During the PCIe DMA IP customization in Vivado you can specify a PCIe Device ID. This Device ID must be recognized by the driver in order to properly recognize the PCIe DMA device. The current driver is designed to recognize the PCIe Device IDs that get generated with the PCIe example design when this value has not been modified. If you've modified the PCIe Device ID during IP customization you will need to modify the PCIe driver to recognize this new ID. You may also want to modify the driver to remove PCIe Device IDs that will not be used by your solution.

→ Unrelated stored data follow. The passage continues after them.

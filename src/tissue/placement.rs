//! Where a daughter goes: next to its mother, pushing cells along a shortest lattice path towards
//! the vacant site nearest the body's centre.

use super::lattice::Lattice;
use super::route::{PACE, Routes, StepTable, step_table};

/// Marks a place of the grid that holds no cell.
pub(super) const VACANT: u32 = u32::MAX;

/// Who stands where in the body that is growing.
#[derive(Debug, Clone)]
pub(super) struct Crowd {
    occupant: Vec<u32>,
    routes: Routes,
    /// Scratch of the search that serves where no straight path stays inside the body.
    came_from: Vec<u32>,
    /// The path of the push at hand, `length` places long, to the target. It may linger on the
    /// mother's place before it sets out.
    path: Vec<u32>,
    /// Who stands on each place of the path.
    shoved: Vec<u32>,
    length: usize,
}

/// A daughter to be placed.
#[derive(Debug, Clone, Copy)]
pub(super) struct Newcomer {
    /// Its number.
    pub(super) cell: u32,
    /// The number of its mother.
    pub(super) mother: u32,
    /// The place of its mother.
    pub(super) beside: u32,
    /// The empty place that the push ends at.
    pub(super) target: u32,
    /// Random bits that decide between equally short paths.
    pub(super) ties: u32,
}

impl Crowd {
    pub(super) fn on(lattice: &Lattice) -> Self {
        let longest = 2 * lattice.span() + 2 + PACE;
        Self {
            occupant: vec![VACANT; lattice.grid_len()],
            routes: Routes::up_to(lattice.span()),
            came_from: Vec::new(),
            path: vec![VACANT; longest],
            shoved: vec![VACANT; longest],
            length: 0,
        }
    }

    pub(super) fn occupied(&self, place: u32) -> bool {
        self.occupant[place as usize] != VACANT
    }

    /// Empties the places that the last body may have held.
    pub(super) fn clear(&mut self, places: &[u32]) {
        for &place in places {
            self.occupant[place as usize] = VACANT;
        }
    }

    /// Puts `cell` on the empty `place`.
    pub(super) fn put(&mut self, place: u32, cell: u32) {
        self.occupant[place as usize] = cell;
    }

    /// Puts a newcomer next to its mother, shifting every cell on a shortest path from there to the
    /// target by one site; `places` (place of each cell) follows.
    #[inline]
    pub(super) fn push_in(&mut self, lattice: &Lattice, newcomer: Newcomer, places: &mut [u32]) {
        // While its mother's place is the newcomer's, a path that lingers there does no harm.
        self.occupant[newcomer.beside as usize] = newcomer.cell;
        if !self.go_straight(lattice, newcomer) {
            self.go_round(lattice, newcomer);
        }
        let mut moved = newcomer.cell;
        let (path, _) = self.path[..self.length].as_chunks::<PACE>();
        let (shoved, _) = self.shoved[..self.length].as_chunks::<PACE>();
        for (path, shoved) in path.iter().zip(shoved) {
            for (&place, &there) in path.iter().zip(shoved) {
                places[moved as usize] = place;
                self.occupant[place as usize] = moved;
                moved = there;
            }
        }
        self.occupant[newcomer.beside as usize] = newcomer.mother;
    }

    /// Finds the straightest shortest path; `false` where that leaves the body.
    #[inline]
    fn go_straight(&mut self, lattice: &Lattice, newcomer: Newcomer) -> bool {
        let (legs, steps) = legs_between(lattice, newcomer);
        let kinds = self.routes.between(legs);
        let mut here = newcomer.beside;
        let mut gaps = 0;
        let (path, _) = self.path.as_chunks_mut::<PACE>();
        let (shoved, _) = self.shoved.as_chunks_mut::<PACE>();
        for ((path, shoved), kinds) in path.iter_mut().zip(shoved).zip(kinds) {
            for ((place, there), &kind) in path.iter_mut().zip(shoved).zip(kinds) {
                here = here.wrapping_add_signed(steps[usize::from(kind & 7)]);
                *there = self.occupant[here as usize];
                *place = here;
                gaps += u32::from(*there == VACANT);
            }
        }
        self.length = kinds.len() * PACE;
        // The target is a gap of its own.
        gaps == 1
    }

    /// Finds a shortest path through occupied sites: step by step, or by searching where that ends
    /// in a dead end.
    #[cold]
    fn go_round(&mut self, lattice: &Lattice, newcomer: Newcomer) {
        if !self.find_way(lattice, newcomer) {
            self.search_path(lattice, newcomer);
        }
        // Round up to whole paces.
        let lingering = self.length.next_multiple_of(PACE) - self.length;
        self.length += lingering;
        self.path.resize(self.path.len().max(self.length), VACANT);
        self.shoved.resize(self.path.len(), VACANT);
        self.path[..self.length].rotate_right(lingering);
        self.path[..lingering].fill(newcomer.beside);
        for (there, place) in self.shoved.iter_mut().zip(&self.path[..self.length]) {
            *there = self.occupant[*place as usize];
        }
    }

    /// Finds a shortest path step by step through occupied sites; `false` at a dead end.
    fn find_way(&mut self, lattice: &Lattice, newcomer: Newcomer) -> bool {
        let goal = newcomer.target;
        let mut here = newcomer.beside;
        self.length = 0;
        while here != goal {
            let nearer = lattice.steps_between(here, goal) - 1;
            let next = (0..12)
                .map(|turn| lattice.neighbour(here, (turn + newcomer.ties as usize) % 12))
                .find(|&next| {
                    (next == goal || self.occupied(next))
                        && lattice.steps_between(next, goal) == nearer
                });
            let Some(next) = next else { return false };
            self.path[self.length] = next;
            self.length += 1;
            here = next;
        }
        true
    }

    /// Breadth-first search through occupied places, shortest inside the body.
    fn search_path(&mut self, lattice: &Lattice, newcomer: Newcomer) {
        let Newcomer { beside, target, ties, .. } = newcomer;
        self.came_from.clear();
        self.came_from.resize(self.occupant.len(), VACANT);
        self.came_from[beside as usize] = beside;
        let mut queue = std::collections::VecDeque::from([beside]);
        while self.came_from[target as usize] == VACANT
            && let Some(here) = queue.pop_front()
        {
            for turn in 0..12 {
                let next = lattice.neighbour(here, (turn + ties as usize) % 12);
                let open = self.came_from[next as usize] == VACANT;
                if open && (next == target || self.occupied(next)) {
                    self.came_from[next as usize] = here;
                    queue.push_back(next);
                }
            }
        }
        let mut found = Vec::new();
        let mut here = target;
        while here != beside {
            found.push(here);
            here = self.came_from[here as usize];
        }
        self.length = found.len();
        self.path.resize(self.path.len().max(self.length), VACANT);
        for (place, &step) in self.path.iter_mut().zip(found.iter().rev()) {
            *place = step;
        }
    }
}

/// The legs of a displacement in falling order, and the grid difference of each kind of step.
///
/// Along an axis without difference the leg points outwards, since routes lag on short legs: that is
/// how a path that must go sideways stays among cells. Equal legs are ordered by the random bits.
#[inline]
fn legs_between(lattice: &Lattice, newcomer: Newcomer) -> ([usize; 3], StepTable) {
    let start = lattice.coordinates(newcomer.beside);
    let goal = lattice.coordinates(newcomer.target);
    let strides = lattice.strides();
    let mut towards = [0_i32; 4];
    let mut keys = [0_u32; 3];
    for axis in 0..3 {
        let (from, to) = (i32::from(start[axis]), i32::from(goal[axis]));
        let heading = if from == to { to } else { to - from };
        towards[axis] = if heading < 0 { -strides[axis] } else { strides[axis] };
        let rank = newcomer.ties >> (2 * axis) & 3;
        keys[axis] = (to - from).unsigned_abs() << 4 | rank << 2 | axis as u32;
    }
    let [x, y, z] = keys;
    let (x, y) = (x.max(y), x.min(y));
    let (y, z) = (y.max(z), y.min(z));
    let (x, y) = (x.max(y), x.min(y));
    let legs = [x, y, z].map(|key| (key >> 4) as usize);
    (legs, step_table([x, y, z].map(|key| towards[(key & 3) as usize])))
}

To modify the PCIe Device ID in the driver you should open the *driver/xdma-core.c* file and search for the pcie\_device\_id struct. This struct identifies the PCIe Device IDs that are recognized by the driver in the following format:

{ PCI\_DEVICE(0x10ee, 0x8038), },

Add, remove, or modify the PCIe Device IDs in this struct as desired for your application. The PCIe DMA driver will only recognize device IDs identified in this struct as PCIe DMA devices. Once modified the driver must be uninstalled, recompiled, and reinstalled following the direction in the *Loading the Driver* section.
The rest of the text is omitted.